The task: Lines from the first one down to the one containing "import stria.compare.GenomeComparison;" in the data below are the only ones needed; please return them exactly, both ends included.

Stored data entries
+===+

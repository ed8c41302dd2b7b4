/**
 * The commands ({@code scan}, {@code merge}, {@code partition}, {@code report}) on picocli: each parses its
 * options, checks them (usage errors, exit 2), calls the library and maps failures to exit codes
 * ({@link stria.cli.Main}). Options shared by all commands come from one mixin ({@code CommonOptions}).
 *
 * <p>No work is done here that a library caller would need too: {@code scan} builds a
 * {@link stria.pipeline.ScanPlan} and a list of {@link stria.out.LocusSink}s and calls
 * {@link stria.pipeline.GenomeScan}. May use every other package; nothing uses it.
 */
package stria.cli;
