package stria.cli;

import java.io.IOException;
import java.io.OutputStream;
import java.io.PrintStream;
import java.nio.charset.StandardCharsets;
import java.util.ArrayList;
import java.util.Arrays;
import java.util.List;
import java.util.concurrent.Callable;
import java.util.function.Consumer;
import picocli.CommandLine;
import picocli.CommandLine.Command;
import picocli.CommandLine.Option;
import picocli.CommandLine.Parameters;
import stria.StriaException;
import stria.compare.CompareHeader;
import stria.compare.CompareSettings;
import stria.compare.CompareWriter;
import stria.compare.GenomeComparison;
import stria.compare.ScanResults;
import stria.out.AtomicOutputs;
import stria.out.ResultHeader;
import stria.out.Tabix;
import stria.pipeline.Genome;
import stria.pipeline.Progress;
import stria.pipeline.ScanSettings;
import stria.score.Locus;
import stria.shard.ShardId;

/**
 * {@code stria compare}: scans two assemblies with the same settings (or reads their scan results back)
 * and writes, for every locus of A, what B has in its place ({@link GenomeComparison}).
 */
@Command(name = "compare",
        description = {
            "Compares the tandem repeats of two assemblies or haplotypes: which loci of A have another length in B.",
            "",
            "Both genomes are scanned with the same settings (the scan options below, as for 'stria scan'). Each "
                + "locus of A is found in B by the sequence beside it, not by coordinates, so B's contigs may be "
                + "renamed, split, joined, reverse-complemented or shifted; B's repeat is measured from B's own bases "
                + "there.",
            "",
            "The TSV has one row per locus of A, in A's order, then one per locus of B with no counterpart in A. "
                + "Its first columns: chrom start end period motif_class other_chrom other_start other_end "
                + "other_strand length_change status (then motif, length and other_length, copies and "
                + "other_copies, purity and other_purity, note); '.' marks an absent value. Coordinates are "
                + "0-based, end exclusive, B's on B's + strand. Status: same (B's repeat has A's length), changed "
                + "(another length; length_change is B minus A), lost (nothing, or less than --min-copies copies, "
                + "left), new (a locus of B without counterpart), unplaced (no pair of anchors unique in A and B "
                + "found; the note says why).",
            "",
            "A summary by status and period class goes to standard error (or --summary).",
            ""},
        footer = {"",
            "Results are research-grade. Repeat-expansion loci matter clinically: a comparison is not a "
                + "diagnosis; defer to validated assays, licensed practice and local rules.",
            "",
            "Exit status: 0 success, 1 bad input or I/O error, 2 usage error."})
public final class CompareCommand implements Callable<Integer> {
    @CommandLine.Spec
    CommandLine.Model.CommandSpec spec;

    @Parameters(index = "0", paramLabel = "A", description = "The first assembly (FASTA, plain, gzip or BGZF). "
            + "Both are read more than once: files, not standard input.")
    String a;

    @Parameters(index = "1", paramLabel = "B", description = "The second assembly; may be the same file as A.")
    String b;

    @CommandLine.Mixin
    ScanSettingOptions scanOptions = new ScanSettingOptions();

    @Option(names = {"-o", "--tsv"}, paramLabel = "FILE", description = "Write the comparison here (default: "
            + "standard output; .gz gives BGZF).")
    String tsv = "-";

    @Option(names = "--a-bed", paramLabel = "FILE", description = "Also write BED of the changed and lost loci "
            + "in A's coordinates (BED6+3: chrom start end motif_class 0 . period length_change status; .gz "
            + "gives BGZF with a tabix index).")
    String aBed;

    @Option(names = "--b-bed", paramLabel = "FILE", description = "Also write BED of the changed loci in B's "
            + "coordinates, sorted by B's contigs (strand: how B holds the locus relative to A).")
    String bBed;

    @Option(names = "--summary", paramLabel = "FILE", description = "Write the counts by status and period class "
            + "here (TSV) instead of standard error.")
    String summary;

    @Option(names = "--a-result", paramLabel = "TSV", description = "Take A's loci from this result of 'stria "
            + "scan --tsv' instead of scanning A; refused unless it is a whole-genome result of A with the same "
            + "settings.")
    String aResult;

    @Option(names = "--b-result", paramLabel = "TSV", description = "Likewise for B.")
    String bResult;

    @Option(names = "--shard", paramLabel = "K/N", converter = ScanCommand.ShardIdConverter.class,
            description = "Compare only part K of N of A's loci (equal parts in A's order, for cluster job "
                    + "arrays; join the parts with 'stria merge'). Needs --a-result and --b-result: scan first, "
                    + "with 'scan --shard' and 'merge' if need be.")
    ShardId shard;

    @Option(names = "--progress", description = "Report scan progress on stderr even when it is not a terminal.")
    boolean progress;

    @Option(names = {"-q", "--quiet"}, description = "No progress, summary or warnings on stderr.")
    boolean quiet;

    @CommandLine.Mixin(name = CommonOptions.NAME)
    CommonOptions common;

    @Override
    public Integer call() {
        ScanSettings settings = scanOptions.settings(spec.commandLine());
        require(!a.equals("-") && !b.equals("-"), "compare reads A and B more than once: give files, not "
                + "standard input (-)");
        require(shard == null || (aResult != null && bResult != null), "--shard needs --a-result and --b-result");
        require(shard == null || (aBed == null && bBed == null && summary == null), "--shard writes a part of a "
                + "comparison: write --a-bed, --b-bed and --summary when merging the parts");
        List<String> outs = Arrays.asList(tsv, aBed, bBed, summary);
        int toStdout = 0;
        for (String o : outs) {
            toStdout += "-".equals(o) ? 1 : 0;
        }
        require(toStdout <= 1, "only one output can go to standard output");
        List<String> inputs = new ArrayList<>(List.of(a, b));
        if (aResult != null) {
            inputs.add(aResult);
        }
        if (bResult != null) {
            inputs.add(bResult);
        }
        AtomicOutputs.refuseInputs(outs, inputs);
        CompareSettings cs = CompareSettings.defaults(settings.filters().minCopies());
        Consumer<String> warn = quiet ? m -> { } : m -> System.err.println("stria: warning: " + m);
        boolean showProgress = !quiet && (progress || Progress.stderrIsTerminal());
        try (Genome ga = Genome.open(List.of(a), warn); Genome gb = Genome.open(List.of(b), warn);
             AtomicOutputs outputs = new AtomicOutputs()) {
            List<List<Locus>> aLoci = aResult == null ? null
                    : ScanResults.read(aResult, a, ga.contigs(), settings.describe());
            List<List<Locus>> bLoci = bResult == null ? null
                    : ScanResults.read(bResult, b, gb.contigs(), settings.describe());
            ResultHeader ah = new ResultHeader(Main.VERSION, commandText(), settings.describe() + " " + cs.describe(),
                    ga.contigs(), shard == null ? null : shard.toString(), List.of());
            List<String> header = new CompareHeader(ah, gb.contigs()).lines();
            OutputStream tsvOut = outputs.open(tsv);
            OutputStream aOut = aBed == null ? null : outputs.open(aBed);
            OutputStream bOut = bBed == null ? null : outputs.open(bBed);
            if (aBed != null) {
                Tabix.indexOnCommit(outputs, aBed);
            }
            if (bBed != null) {
                Tabix.indexOnCommit(outputs, bBed);
            }
            OutputStream sumOut = summary == null ? null : outputs.open(summary);
            CompareWriter w = new CompareWriter(header, gb.contigs(), tsvOut, tsv, aOut, bOut);
            if (shard != null) {
                w.sealed();
            }
            GenomeComparison.run(ga, gb, aLoci, bLoci, settings, cs, shard, showProgress, w);
            w.finish();
            List<String> table = w.summary().lines();
            if (sumOut != null) {
                write(sumOut, summary, table);
            } else if (!quiet && shard == null) {
                PrintStream err = System.err;
                err.println("stria: compare summary (rows by status and period class):");
                table.forEach(l -> err.println("  " + l.replace('\t', ' ')));
            }
            flush(tsvOut, tsv);
            for (OutputStream o : new OutputStream[] {aOut, bOut, sumOut}) {
                if (o != null) {
                    flush(o, "output");
                }
            }
            outputs.commit();
        }
        return 0;
    }

    private static void write(OutputStream out, String name, List<String> lines) {
        try {
            for (String l : lines) {
                out.write(l.getBytes(StandardCharsets.UTF_8));
                out.write('\n');
            }
        } catch (IOException e) {
            throw StriaException.io("cannot write " + name, e);
        }
    }

    private static void flush(OutputStream out, String name) {
        try {
            out.flush();
        } catch (IOException e) {
            throw StriaException.io("cannot write " + name, e);
        }
    }

    private void require(boolean ok, String message) {
        if (!ok) {
            throw new CommandLine.ParameterException(spec.commandLine(), message);
        }
    }

    private String commandText() {
        return String.join(" ", spec.commandLine().getParseResult().originalArgs());
    }
}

+===+

Answer box:
repository ed8c41302dd2b7b4
/**
 * The commands ({@code scan}, {@code merge}, {@code partition}, {@code report}) on picocli: each parses its
 * options, checks them (usage errors, exit 2), calls the library and maps failures to exit codes
 * ({@link stria.cli.Main}). Options shared by all commands come from one mixin ({@code CommonOptions}).
 *
 * <p>No work is done here that a library caller would need too: {@code scan} builds a
 * {@link stria.pipeline.ScanPlan} and a list of {@link stria.out.LocusSink}s and calls
 * {@link stria.pipeline.GenomeScan}. May use every other package; nothing uses it.
 */
package stria.cli;
package stria.cli;

import java.io.IOException;
import java.io.OutputStream;
import java.io.PrintStream;
import java.nio.charset.StandardCharsets;
import java.util.ArrayList;
import java.util.Arrays;
import java.util.List;
import java.util.concurrent.Callable;
import java.util.function.Consumer;
import picocli.CommandLine;
import picocli.CommandLine.Command;
import picocli.CommandLine.Option;
import picocli.CommandLine.Parameters;
import stria.StriaException;
import stria.compare.CompareHeader;
import stria.compare.CompareSettings;
import stria.compare.CompareWriter;
import stria.compare.GenomeComparison;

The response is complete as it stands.